Apontou para o palco, Eloy se virou.

Havia dois bonecos de madeira. Um vestia preto, o outro, branco. Um tinha uma coroa, o outro, cabelos desajeitados. Um tinha um brinquedo, o outro, nada.

A Voz estava lá, em todo lugar.

“Uma família teve dois filhos”, narrou ela. “Gêmeos, ainda que diferentes entre si. Ambos especiais, ambos nascidos para brilhar. Ambos com olhos capazes de enxergar o que ninguém mais enxergava. Um era valente, o outro, temeroso. Chamaram o valente de Cain, por sua coragem. Chamaram o irmão de Abel, por seu temor”.

Eloy se espantou. Ao longe, Abel mostrava-se frio.

“Cain era talentoso. Falou, andou, demonstrou sua arte, tudo isso muito antes de Abel ser chamado de gente. Cain era o orgulho, Abel, a desgraça. Assim, Cain trouxe riqueza àquela família. Abel trouxe a doença”.

Os bonecos correspondiam à narração, dançando com movimentos vagarosos, sem música alguma para acompanhá-los.

“Cain era mágico. Abel também era, mas não sabia usar sua magia. A família se maravilhou com o filho prodígio, deu a ele tudo o que tinha. Ao outro, deram apenas o nome, e nada mais era necessário. Assim, Cain e Abel cresceram, juntos, mas separados pelo talento e pela inveja”.

“Cain não era bom, mas sabia atuar. Às vezes, errava. Jogava a culpa em Abel, e tudo estava bem. Ele era castigado, recebia as pancadas destinadas ao seu irmão, chorava trancado em seu quarto. Cain recebia abraços, gratificações. Cain era tudo. Abel, nada”.

“Isso está diferente da Bíblia”, disse Eloy, horrorizado com aquela história, que tanto lhe era familiar.

“Você mesmo disse que não gostava da Bíblia, Eloy, por que se importa com isso agora?” Abel era bom com as palavras, usava-as como agulhas. “Escute a história, não vai se arrepender”.

A Voz continuou.

“Um dia, Abel se revoltou. Tinha a magia, sabia dela, mas nunca soubera como usar. Cain era poderoso, entretanto, mas isso não abalou a vontade do irmão rejeitado. Enquanto Cain dormia, Abel rastejou até seu quarto. Jogou-se sobre ele, cortou sua língua para que não pudesse mais falar mentiras. Suprimiu seus gritos com a magia; deu certo, para sua surpresa. Cain cuspia sangue, Abel cuspia ofensas. Golpeou, sem piedade, fincou sua estaca no coração do irmão, sugou dele toda a vida, a vontade, o talento. Este era seu plano. Algo deu errado”.

Os bonecos de madeira lutavam no palco, rolavam de um lado para o outro, trocavam golpes. Eloy se virou para Abel, na plateia, encontrou seu único olho focado em si. Abel tinha um sorriso diferente do convencional. Um sorriso malicioso. Um sorriso verdadeiro.

“Sugou tudo o que havia de bom, mas também de ruim. Tirou de Cain o sangue de sua família, o sofrimento, a dor, a morte. Tirou tudo. Então, a magia tirou tudo do próprio Abel, e sua raiva o consumiu. Ali, Cain morreu, mas voltou a viver, pois Abel roubou até mesmo a morte de seu irmão. Tinha de oferecer algo em troca, mas não tinha nada. Tinha ódio e descontrole, os perdeu. Perdeu também a morte, não conseguia controlar aquele poder. Os pais batiam à porta, apavorados. Abel gritava, Cain não conseguia”.

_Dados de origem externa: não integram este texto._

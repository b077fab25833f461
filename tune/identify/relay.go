package identify

import (
	"fmt"
	"math"
	"math/cmplx"

	"gainwright/tune/trace"
)

// RelayRun is what one relay-feedback run in its limit cycle shows. Means and
// harmonics are over whole cycles; standard deviations come from their scatter.
type RelayRun struct {
	Cycle        // as measured
	PeriodSD     float64
	High, Low    float64 // V, mean levels
	MeanVolts    float64
	MeanVoltsSD  float64
	MeanSpeedSD  float64
	Delay        float64 // s, from a threshold to the switch
	Points       []FreqPoint
	Cycles       int
	From, To     float64 // s of the trace
	Amplitude    float64 // rad/s, half of largest less smallest
	DescribingKu float64 // V per rad/s, 4d/(π·√(a² − ε²)) at Period: with the relay's delay inside
	Upper, Lower float64 // rad/s, thresholds as given
}

// Bounds of a relay run (our choice).
const (
	relaySkip     = 2    // cycles left out while it swings in
	relayLeast    = 4    // cycles needed
	harmonicShare = 0.06 // of the fundamental of the drive that a harmonic must have to be used
	harmonicsMost = 3
)

// FitRelay cuts a relay-feedback record into whole cycles, from one rise of the
// drive through mid volts to the next (having been apart volts to either side), and takes means and harmonics of drive and
// speed over them: in a periodic state Y/U at each harmonic is the plant's
// frequency response, whatever its order, exactly. upper and lower are the relay's
// thresholds in rad/s. The error wraps ErrData.
func FitRelay(tr *trace.Trace, mid, apart, upper, lower float64) (RelayRun, error) {
	if err := tr.Validate(); err != nil {
		return RelayRun{}, err
	}
	rises, falls := switches(tr, mid, apart)
	if len(rises) < relaySkip+relayLeast+1 {
		return RelayRun{}, fmt.Errorf("%w: %d cycles of the relay, at least %d are needed", ErrData, max(0, len(rises)-1), relaySkip+relayLeast)
	}
	rises = rises[relaySkip:]
	n := len(rises) - 1
	out := RelayRun{Cycles: n, From: rises[0], To: rises[n], Upper: upper, Lower: lower}
	var periods, ups, volts, speeds, highs, lows, maxima, minima []float64
	for c := range n {
		fall := math.NaN()
		for _, f := range falls {
			if f > rises[c] && f < rises[c+1] {
				fall = f
				break
			}
		}
		if math.IsNaN(fall) {
			return out, fmt.Errorf("%w: cycle %d has no fall", ErrData, c+1)
		}
		periods, ups = append(periods, rises[c+1]-rises[c]), append(ups, fall-rises[c])
		u, y := Fourier(tr, rises[c], rises[c+1], []float64{0})
		volts, speeds = append(volts, real(u[0])), append(speeds, real(y[0]))
		hi, lo, vh, vl := extremesIn(tr, rises[c], rises[c+1], mid)
		highs, lows, maxima, minima = append(highs, vh), append(lows, vl), append(maxima, hi), append(minima, lo)
	}
	p, up := MeanOf(periods, nil), MeanOf(ups, nil)
	out.Up, out.Down, out.PeriodSD = up.Value, p.Value-up.Value, p.SD
	v, s := MeanOf(volts, nil), MeanOf(speeds, nil)
	out.MeanVolts, out.MeanVoltsSD, out.Mean, out.MeanSpeedSD = v.Value, v.SD, s.Value, s.SD
	out.High, out.Low = MeanOf(highs, nil).Value, MeanOf(lows, nil).Value
	out.Max, out.Min = MeanOf(maxima, nil).Value, MeanOf(minima, nil).Value
	out.Amplitude = (out.Max - out.Min) / 2
	out.Delay = relayDelay(tr, rises, falls, upper, lower)
	eps := (upper - lower) / 2
	if out.Amplitude > eps {
		out.DescribingKu = 4 * (out.High - out.Low) / 2 / (math.Pi * math.Sqrt(out.Amplitude*out.Amplitude-eps*eps))
	}
	out.Points = relayPoints(tr, rises)
	return out, nil
}

// switches lists the instants at which the drive goes from apart below mid to apart
// above it, and back. With a hold since the sample before, the change is at that
// sample.
func switches(tr *trace.Trace, mid, apart float64) (rises, falls []float64) {
	side := 0.0
	for i := 1; i < tr.Len(); i++ {
		at := tr.Time[i-1]
		if tr.Hold == trace.From {
			at = tr.Time[i]
		}
		d := tr.Voltage[i] - mid
		if math.Abs(d) < apart || d*side > 0 {
			continue
		}
		if side = math.Copysign(1, d); side > 0 {
			rises = append(rises, at)
		} else {
			falls = append(falls, at)
		}
	}
	return rises, falls
}

func extremesIn(tr *trace.Trace, from, to, mid float64) (hi, lo, high, low float64) {
	hi, lo = math.Inf(-1), math.Inf(1)
	var nh, nl float64
	for i, t := range tr.Time {
		if t <= from || t > to {
			continue
		}
		hi, lo = math.Max(hi, tr.Speed[i]), math.Min(lo, tr.Speed[i])
		if v := tr.Voltage[i]; v >= mid {
			high, nh = high+v, nh+1
		} else {
			low, nl = low+v, nl+1
		}
	}
	return hi, lo, high / math.Max(nh, 1), low / math.Max(nl, 1)
}

// relayDelay is the mean time from a crossing of a threshold to the switch that
// follows it. The reported speed is half a window late.
func relayDelay(tr *trace.Trace, rises, falls []float64, upper, lower float64) float64 {
	sum, n := 0.0, 0
	look := func(at, threshold, dir float64) {
		for i := tr.Len() - 1; i > 0; i-- {
			if tr.Time[i] > at {
				continue
			}
			a, b := (tr.Speed[i-1]-threshold)*dir, (tr.Speed[i]-threshold)*dir
			if a < 0 && b >= 0 {
				cross := tr.Time[i-1] + (tr.Time[i]-tr.Time[i-1])*a/(a-b) - tr.Window/2
				sum, n = sum+at-cross, n+1
				return
			}
		}
	}
	for _, f := range falls {
		if f > rises[0] && f < rises[len(rises)-1] {
			look(f, upper, 1)
		}
	}
	for _, r := range rises[1:] {
		look(r, lower, -1)
	}
	if n == 0 {
		return math.NaN()
	}
	return sum / float64(n)
}

// relayPoints is the frequency response at the harmonics of the cycle.
func relayPoints(tr *trace.Trace, rises []float64) []FreqPoint {
	n := len(rises) - 1
	base := 2 * math.Pi * float64(n) / (rises[n] - rises[0])
	omega := make([]float64, harmonicsMost)
	for h := range omega {
		omega[h] = base * float64(h+1)
	}
	u, y := Fourier(tr, rises[0], rises[n], omega)
	var out []FreqPoint
	for h := range omega {
		if cmplx.Abs(u[h]) < harmonicShare*cmplx.Abs(u[0]) {
			continue
		}
		g := y[h] / u[h]
		rest := 0.0
		for c := range n {
			uc, yc := Fourier(tr, rises[c], rises[c+1], []float64{2 * math.Pi * float64(h+1) / (rises[c+1] - rises[c])})
			d := yc[0]/uc[0] - g
			rest += real(d)*real(d) + imag(d)*imag(d)
		}
		sd := math.Sqrt(rest / 2 / float64(n-1) / float64(n))
		out = append(out, FreqPoint{Omega: omega[h], G: g, SD: math.Max(sd, relayFloor*cmplx.Abs(g)), Coherence: math.NaN()})
	}
	return out
}

// relayFloor is the least standard deviation of a point, of its size: cycles that
// repeat to the last digit are still sampled in time.
const relayFloor = 0.002

// RelayFit is the plant that two relay runs about different middles show.
type RelayFit struct {
	FreqFit
	Offset        float64 // V
	Order         int
	Period, Swing float64 // of the forecast by the exact equations over the measured, averaged over the runs
}

// FitRelays takes the gain from the means of two runs about different middles,
// ΔY/ΔU, and poles and dead time from the harmonics of both. A second pole is
// taken where the data ask for it. With what came out the exact equations of the
// limit cycle are solved and compared with what was measured.
func FitRelays(a, b RelayRun) (RelayFit, error) {
	du, dy := b.MeanVolts-a.MeanVolts, b.Mean-a.Mean
	if math.Abs(du) < 4*math.Hypot(a.MeanVoltsSD, b.MeanVoltsSD) || dy/du <= 0 {
		return RelayFit{}, fmt.Errorf("%w: the two middles, %.4g and %.4g V, are too near for a gain", ErrData, a.MeanVolts, b.MeanVolts)
	}
	gain := dy / du
	sd := math.Hypot(math.Hypot(a.MeanSpeedSD, b.MeanSpeedSD), gain*math.Hypot(a.MeanVoltsSD, b.MeanVoltsSD)) / math.Abs(du)
	points := append([]FreqPoint{{G: complex(gain, 0), SD: math.Max(sd, relayFloor*gain)}}, append(append([]FreqPoint(nil), a.Points...), b.Points...)...)
	one, err := FitFrequency(points, 1)
	if err != nil {
		return RelayFit{}, err
	}
	out := RelayFit{FreqFit: one, Order: 1}
	if two, err := FitFrequency(points, 2); err == nil && two.Tau2 > 3*two.Tau2SD && two.Misfit < 0.7*one.Misfit {
		out.FreqFit, out.Order = two, 2
	}
	out.Offset = (a.MeanVolts+b.MeanVolts)/2 - (a.Mean+b.Mean)/2/out.Gain
	for _, r := range []RelayRun{a, b} {
		p := Plant{Gain: out.Gain, Tau: out.Tau, Tau2: out.Tau2, Dead: math.Max(0, out.Dead), Offset: r.MeanVolts - r.Mean/out.Gain}
		c, err := p.LimitCycle(Relay{High: r.High, Low: r.Low, Upper: r.Upper, Lower: r.Lower, Delay: r.Delay})
		if err != nil {
			out.Period, out.Swing = math.NaN(), math.NaN()
			break
		}
		out.Period += c.Period() / r.Period() / 2
		out.Swing += (c.Max - c.Min) / (r.Max - r.Min) / 2
	}
	return out, nil
}
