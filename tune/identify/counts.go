package identify

import (
	"math"

	"gainwright/tune/trace"
)

// countedLevel is the correlation of neighbouring speed residuals below which the
// noise counts as the rounding of an encoder: differences of rounded positions
// have −0.5, white noise has 0.
const countedLevel = -0.2

// tryCounts fits the counted position instead of the speeds made of its
// differences, where the counts are known and their rounding is most of the
// noise: the rounding is white in the position and far from white in the speed.
// It returns nil where that does not apply.
func (r *run) tryCounts(pb problem, speed *estimate) *estimate {
	if !r.decided {
		r.decided = true
		rho := autocorrelation(speed.residual, 1)
		r.counts = rho[1] < countedLevel
	}
	if !r.counts {
		return nil
	}
	counted := make([]*trace.Trace, len(pb.traces))
	for i, tr := range pb.traces {
		c := withCounts(tr)
		if c == nil {
			return nil
		}
		counted[i] = c
	}
	pb.traces, pb.counts, pb.steady = counted, true, speed.steady()
	e, err := pb.follow(speed.params)
	if err != nil || e.dof < 5 {
		return nil
	}
	e.measured = r.fit
	return e
}

// withCounts returns the trace if it holds counts, or a copy with counts summed up
// from speeds that are differences of counts over windows that join, or nil.
func withCounts(tr *trace.Trace) *trace.Trace {
	if tr.RadPerCount <= 0 {
		return nil
	}
	if tr.Counts != nil {
		return tr
	}
	if tr.Window <= 0 {
		return nil
	}
	counts := make([]float64, tr.Len())
	for i := 1; i < tr.Len(); i++ {
		step := tr.Speed[i] * tr.Window / tr.RadPerCount
		joins := math.Abs(tr.Time[i]-tr.Time[i-1]-tr.Window) < 0.01*tr.Window || tr.At(i) == trace.Gap
		if !joins || math.Abs(step-math.Round(step)) > 0.05 {
			return nil
		}
		counts[i] = counts[i-1] + math.Round(step)
	}
	out := *tr
	out.Counts = counts
	return &out
}

// speedQuality fills the measures of fit of a fit to counts from the speeds, so
// that they compare with those of other fits.
func (e *estimate) speedQuality(f *Fit) {
	var y, left []float64
	for _, tr := range e.measured {
		p := e.speeds(tr, e.steady(), 0, false)
		for i := range p.y {
			y = append(y, p.y[i])
			left = append(left, p.y[i]-p.sim[i])
		}
	}
	cost := 0.0
	for _, v := range left {
		cost += v * v
	}
	f.RMSE = math.Sqrt(cost / float64(len(left)))
	spread, bias := deviation(y), deviation(left)
	f.NRMSE = math.Sqrt(cost) / spread
	f.VAF = 1 - bias*bias/(spread*spread)
	f.FittedCounts = true
	f.Model.SpeedMin, f.Model.SpeedMax = math.Inf(1), math.Inf(-1)
	for _, v := range y {
		f.Model.SpeedMin, f.Model.SpeedMax = math.Min(f.Model.SpeedMin, v), math.Max(f.Model.SpeedMax, v)
	}
}

// addRounding keeps the covariance of a fit to counts at what independent
// rounding, 1/12 of a squared count, makes of it: residuals of a record that is
// in step with the sampling are smaller than the errors that they hide.
func (e *estimate) addRounding() {
	if e.measured == nil {
		return
	}
	quantum := e.measured[0].RadPerCount
	least, seen := quantum*quantum/12, e.cost/float64(max(e.dof, 1))
	if !(seen > 0) || seen >= least {
		return
	}
	for i := range e.cov {
		e.cov[i] *= least / seen
	}
	e.inflated = math.Max(e.inflated, math.Sqrt(least/seen))
}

Eloy sentia o corpo tremer, tinha medo. Abel, entretanto, parecia excitado. Aquela história era terrível, mas parecia real, assustadoramente real. Os bonecos de madeira se destrinchavam; a Voz não parava de narrar.

“Tudo aquilo se uniu, era mais poderoso do que ambos, do que todos. Era irreal, não tinha forma, ainda assim era forte. E aquilo fugiu, escapou pela janela, deixou que os irmãos, que sequer tinham o mesmo sangue naquele momento, sofressem pela vida que escolheram. E os pais arrombaram a porta, entraram em desespero ao ver a desgraça de suas famílias. Castigaram Abel, jogaram-no para morrer num rio, mas Abel não era capaz de morrer. Rezaram por Cain, esperando que ele morresse em sua cama, mas Cain também não morreria”.

“Assim, separados, entenderam o que tinham feito para suas vidas. Abel foi tomado pelo ódio, Cain retribuiu. Entenderam que, enquanto aquilo que fugiu de seus corpos não retornasse, estariam incompletos, incapazes de seguir em frente. A mãe entregou sua vida aos deuses, pediu para que o céu lhe ajudasse, sacrificou tudo o que tinha em nome de sua crença. Morreu, e nada estava resolvido”.

Os bonecos terminaram seu confronto, ambos mutilados pela fúria. Caíram, inertes, rolaram pelo chão. O palco estava vazio.

“E aquilo que fugira também estava incompleto. Era poderoso, era maligno, mas nada poderia fazer enquanto suas facetas coexistissem. Precisava que morressem, que deixassem de existir, só assim se tornaria real. Tinha toda a ambição de Cain, toda a inveja de Abel, a maldade e o poder de ambos. Queria ser real. Precisava de sangue, de vida, de morte. Precisava reunir os irmãos de sangue distinto, que um dia foram gêmeos, fazer com que ambos se enfrentassem uma última vez. Precisava que a morte reinasse onde um dia reinou, que aquele que matou voltasse a matar. Eles tinham de morrer”.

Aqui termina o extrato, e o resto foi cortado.